What you need to do —
Find the string "status" in the records. Copy each line that has it.

Provided records —
"""Run directories: layout, lock, refusals, resume with a new goal, damaged checkpoints, the trail.

Integral values are checked against closed forms named beside each check;
file layout and exit codes against the run-directory contract (docs in
cubature/session/run_directory.py).
"""

from __future__ import annotations

import json
import math
import os
import socket
import subprocess
import sys
from pathlib import Path

import numpy as np
import pytest

from cubage.engine.run import Snapshot
from cubage.session.progress_records import record_to_snapshot
from cubage.session.run_directory import RunDir, RunDirError, TrailLog, pid_alive

GAUSS2 = """
title = "narrow 2-D Gaussian on a square"
[domain]
variables = ["x", "y"]
box = [[-1, 1], [-1, 1]]
[integrand]
expr = "exp(-50*(x*x + y*y))"
[goal]
rel_tol = 1e-6
[reference]
value = 0.06283185307179585
source = "(sqrt(pi/50) erf(sqrt(50)))^2, erf as in Abramowitz & Stegun 7.1.1"
"""

OTHER = """
[domain]
variables = ["x", "y"]
box = [[0, 1], [0, 1]]
[integrand]
expr = "exp(-40*((x - 0.3)**2 + (y - 0.6)**2))"
"""


def _gauss_exact():
    # ∫_[-1,1]^2 exp(-50(x^2+y^2)) = (sqrt(pi/50) erf(sqrt(50)))^2 (separable Gaussian, A&S 7.1.1)
    return (math.sqrt(math.pi / 50) * math.erf(math.sqrt(50))) ** 2


def test_run_dir_layout(tmp_path, cli):
    prob = tmp_path / "g.toml"
    prob.write_text(GAUSS2)
    d = tmp_path / "runs" / "one"
    code, out, err = cli("run", prob, "--run-dir", d, "--json")
    assert code == 0, err
    for name in ("source.toml", "ledger.json", "partition.npz", "trail.jsonl", "verdict.json"):
        assert (d / name).is_file(), name
    assert not (d / "occupant.json").exists()                  # released at the end
    assert (d / "source.toml").read_text() == prob.read_text()
    info = json.loads((d / "ledger.json").read_text())
    for key in ("layout", "settings", "overrides", "problem_fingerprint", "sessions"):
        assert key in info, key
    for key in ("cubage_version", "started", "host", "pid"):
        assert key in info["sessions"][0], key
    assert info["sessions"][0]["host"] == socket.gethostname()
    res = json.loads((d / "verdict.json").read_text())
    assert res["status"] == "converged"
    assert res["value"] == pytest.approx(_gauss_exact(), rel=1e-6)
    assert res == json.loads(out)                     # --json prints the same record
    recs = [json.loads(line) for line in (d / "trail.jsonl").read_text().splitlines()]
    assert recs and all(r["kind"] == "tick" for r in recs)
    assert recs[-1]["status"] == "converged"
    hist = None
    snap = None
    the_map = json.loads((d / "trail-map.json").read_text())
    for r in recs:
        snap = record_to_snapshot(r, history=hist, map_rec=the_map, previous=snap)
        hist = snap.history
    assert isinstance(snap, Snapshot)
    assert snap.value[0] == pytest.approx(res["value"], rel=1e-12)
    assert the_map["kind"] == "map" and len(the_map["map"]["centres"]) > 0    # the map lives beside the trail
    assert all("map" not in r and "top" not in r for r in recs)


def test_run_refuses_a_dir_of_another_problem(tmp_path, cli):
    a, b = tmp_path / "a.toml", tmp_path / "b.toml"
    a.write_text(GAUSS2)
    b.write_text(OTHER)
    d = tmp_path / "rd"
    assert cli("run", a, "--run-dir", d)[0] == 0
    code, out, err = cli("run", b, "--run-dir", d)
    assert code == 2 and out == ""
    assert len(err.splitlines()) == 1 and "another problem" in err and str(d) in err


def test_run_on_a_dir_with_a_checkpoint_points_to_resume(tmp_path, cli):
    a = tmp_path / "a.toml"
    a.write_text(GAUSS2)
    d = tmp_path / "rd"
    assert cli("run", a, "--run-dir", d, "--budget", "2000")[0] == 3
    code, out, err = cli("run", a, "--run-dir", d)
    assert code == 2 and len(err.splitlines()) == 1
    assert f"cubage resume {d}" in err


def test_run_refuses_a_folder_with_other_files(tmp_path, cli):
    a = tmp_path / "a.toml"
    a.write_text(GAUSS2)
    d = tmp_path / "thesis"
    d.mkdir()
    (d / "chapter1.tex").write_text("x")
    code, _, err = cli("run", a, "--run-dir", d)
    assert code == 2 and "not an empty folder" in err


def test_locked_dir_refuses_naming_the_pid(tmp_path, cli):
    a = tmp_path / "a.toml"
    a.write_text(GAUSS2)
    d = tmp_path / "rd"
    d.mkdir()
    holder = subprocess.Popen([sys.executable, "-c", "import time; time.sleep(60)"])
    try:
        (d / "occupant.json").write_text(json.dumps({"pid": holder.pid, "host": socket.gethostname(),
                                            "started": "2026-01-01T00:00:00"}))
        code, out, err = cli("run", a, "--run-dir", d)
        assert code == 2 and out == ""
        assert len(err.splitlines()) == 1 and f"pid {holder.pid}" in err
        # the lock is left alone
        assert json.loads((d / "occupant.json").read_text())["pid"] == holder.pid
    finally:
        holder.kill()
        holder.wait()


def test_stale_lock_is_taken_over(tmp_path, cli):
    a = tmp_path / "a.toml"
    a.write_text(GAUSS2)
    d = tmp_path / "rd"
    d.mkdir()
    gone = subprocess.run([sys.executable, "-c", "import os; print(os.getpid())"], capture_output=True, text=True)
    pid = int(gone.stdout)
    assert not pid_alive(pid)
    (d / "occupant.json").write_text(json.dumps({"pid": pid, "host": socket.gethostname(), "started": "earlier"}))
    code, out, err = cli("run", a, "--run-dir", d, "--json")
    assert code == 0, err
    assert f"stale lock of pid {pid}" in err
    assert not (d / "occupant.json").exists()


def test_lock_of_another_host_is_respected(tmp_path):
    d = tmp_path / "rd"
    d.mkdir()
    (d / "occupant.json").write_text(json.dumps({"pid": 1, "host": "some-other-machine", "started": "t"}))
    with pytest.raises(RunDirError, match="pid 1 on host some-other-machine"):
        RunDir(d).acquire()


def test_lock_is_exclusive_within_one_process_pair(tmp_path):
    d = tmp_path / "rd"
    d.mkdir()
    first = RunDir(d)
    first.acquire()
    held = json.loads((d / "occupant.json").read_text())
    assert held["pid"] == os.getpid() and held["host"] == socket.gethostname()
    first.release()
    assert not (d / "occupant.json").exists()


def test_truncated_checkpoint_is_a_clear_error_on_resume(tmp_path, cli):
    a = tmp_path / "a.toml"
    a.write_text(GAUSS2)
    d = tmp_path / "rd"
    assert cli("run", a, "--run-dir", d, "--budget", "3000")[0] == 3
    ck = d / "partition.npz"
    data = ck.read_bytes()
    ck.write_bytes(data[: len(data) // 2])
    code, out, err = cli("resume", d)
    assert code == 2 and out == ""
    assert len(err.splitlines()) == 1 and "partition.npz" in err and "truncated or corrupted" in err
    assert not (d / "occupant.json").exists()


def test_checkpoint_of_another_problem_is_refused(tmp_path, cli):
    a, b = tmp_path / "a.toml", tmp_path / "b.toml"
    a.write_text(GAUSS2)
    b.write_text(OTHER)
    da, db = tmp_path / "ra", tmp_path / "rb"
    assert cli("run", a, "--run-dir", da, "--budget", "3000")[0] == 3
    assert cli("run", b, "--run-dir", db, "--budget", "700")[0] == 3
    (da / "partition.npz").write_bytes((db / "partition.npz").read_bytes())
    code, _, err = cli("resume", da)
    assert code == 2 and len(err.splitlines()) == 1 and "another problem" in err


def test_resume_without_checkpoint_says_how_to_start(tmp_path, cli):
    d = tmp_path / "rd"
    d.mkdir()
    (d / "ledger.json").write_text('{"layout": "cubage-run-dir 2"}')
    (d / "source.toml").write_text(GAUSS2)
    code, _, err = cli("resume", d)
    assert code == 2 and "no checkpoint yet" in err and "cubage run" in err


def test_resume_with_a_budget_then_a_tighter_goal(tmp_path, cli):
    a = tmp_path / "a.toml"
    a.write_text(GAUSS2)
    d = tmp_path / "rd"
    code, out, _ = cli("run", a, "--run-dir", d, "--budget", "1000", "--json")
    assert code == 3 and json.loads(out)["status"] == "budget-spent"
    # same budget: still short
    code, out, _ = cli("resume", d, "--json")
    assert code == 3 and json.loads(out)["status"] == "budget-spent"
    code, out, _ = cli("resume", d, "--json", "--budget", "10_000_000")
    res = json.loads(out)
    assert code == 0 and res["status"] == "converged"
    assert res["value"] == pytest.approx(_gauss_exact(), rel=1e-6)
    # a converged run resumed with a tighter goal keeps going until it meets that one
    code, out, _ = cli("resume", d, "--json", "--rel-tol", "1e-12")
    res2 = json.loads(out)
    assert code == 0 and res2["status"] == "converged"
    assert res2["evaluations"] > res["evaluations"]
    assert res2["error"] <= 1e-12 * abs(res2["value"])
    assert res2["value"] == pytest.approx(_gauss_exact(), rel=1e-11)
    info = json.loads((d / "ledger.json").read_text())
    assert len(info["sessions"]) == 4 and [e["command"] for e in info["sessions"]] == ["run"] + ["resume"] * 3
    assert info["sessions"][-1]["overrides"] == {"rel_tol": 1e-12}
    # the trail got appended to, its history never repeats a row
    rows = [row[0] for line in (d / "trail.jsonl").read_text().splitlines()
            for row in json.loads(line)["rows"]]
    assert rows == sorted(rows) and len(rows) == len(set(rows))


class _Snap:   # the fields trail_line and map_record read
    step, evaluations, regions, elapsed, rate, status, message = 1, 0, 1, 0.0, 0.0, "running", ""
    value = error = goal = np.ones(1)
    rel_tol, abs_tol, budget = 1e-6, 0.0, 100
    top = ()
    depth_error = np.zeros(1)
    map_centres = map_sizes = np.zeros((0, 1))
    map_lower, map_upper = np.zeros(1), np.ones(1)
    components = 1


def test_trail_skips_rows_already_written(tmp_path):
    log = TrailLog(RunDir(tmp_path), after_evaluations=20.0)
    s = _Snap()
    s.history = np.array([[10.0, 1, 1, 1], [20.0, 1, 1, 1], [30.0, 1, 1, 1]])
    log.write(s)
    s.history = np.array([[20.0, 1, 1, 1], [30.0, 1, 1, 1], [40.0, 1, 1, 1]])   # thinned + one new row
    log.write(s)
    log.close()
    recs = [json.loads(x) for x in (tmp_path / "trail.jsonl").read_text().splitlines()]
    assert [r[0] for r in recs[0]["rows"]] == [30.0]
    assert [r[0] for r in recs[1]["rows"]] == [40.0]
    assert json.loads((tmp_path / "trail-map.json").read_text())["kind"] == "map"


def test_trail_repairs_a_cut_last_line(tmp_path):
    p = tmp_path / "trail.jsonl"
    p.write_text('{"kind": "tick", "rows": [[5.0, 1, 1, 1]]}\n{"kind": "ti')
    d = RunDir(tmp_path)
    assert d.last_logged_evaluations() == 5.0
    log = TrailLog(d)
    log._fh.write("{}\n")
    log.close()
    assert p.read_text().splitlines()[-1] == "{}"


# --------------------------------------------------------------------------
# issue 10 and issue 11 item 7: refusals with one line, never "internal error"
# --------------------------------------------------------------------------

def _one_line_bad(code, out, err, *needles):
    assert code == 2, (code, out, err)
    assert "internal error" not in err and "Traceback" not in err
    assert len(err.strip().splitlines()) == 1, err
    for n in needles:
        assert n in err, (n, err)


def test_an_old_layout_is_refused_with_a_clear_message(tmp_path, cli):
    """issue 11 item 7: run directories of the first layout (run.json, progress.jsonl, ...) are refused clearly."""
    a = tmp_path / "a.toml"
    a.write_text(GAUSS2)
    d = tmp_path / "old"
    d.mkdir()
    for name in ("problem.toml", "run.json", "checkpoint.npz", "progress.jsonl"):
        (d / name).write_text("{}")
    _one_line_bad(*cli("resume", d), "older cubage layout", "cubage run")
    _one_line_bad(*cli("run", a, "--run-dir", d), "older cubage layout")
    _one_line_bad(*cli("watch", d, "--once"), "older cubage layout")


def test_run_dir_below_a_regular_file(tmp_path, cli):
    """issue 10 item 14: --run-dir below a regular file is one line, exit 2."""
    a = tmp_path / "a.toml"
    a.write_text(GAUSS2)
    (tmp_path / "plain").write_text("x")
    _one_line_bad(*cli("run", a, "--run-dir", tmp_path / "plain" / "rd"), "is a file, not a folder")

Output of the exercise —
    assert res["status"] == "converged"
    assert recs[-1]["status"] == "converged"
    assert code == 3 and json.loads(out)["status"] == "budget-spent"
    assert code == 3 and json.loads(out)["status"] == "budget-spent"
    assert code == 0 and res["status"] == "converged"
    assert code == 0 and res2["status"] == "converged"
    step, evaluations, regions, elapsed, rate, status, message = 1, 0, 1, 0.0, 0.0, "running", ""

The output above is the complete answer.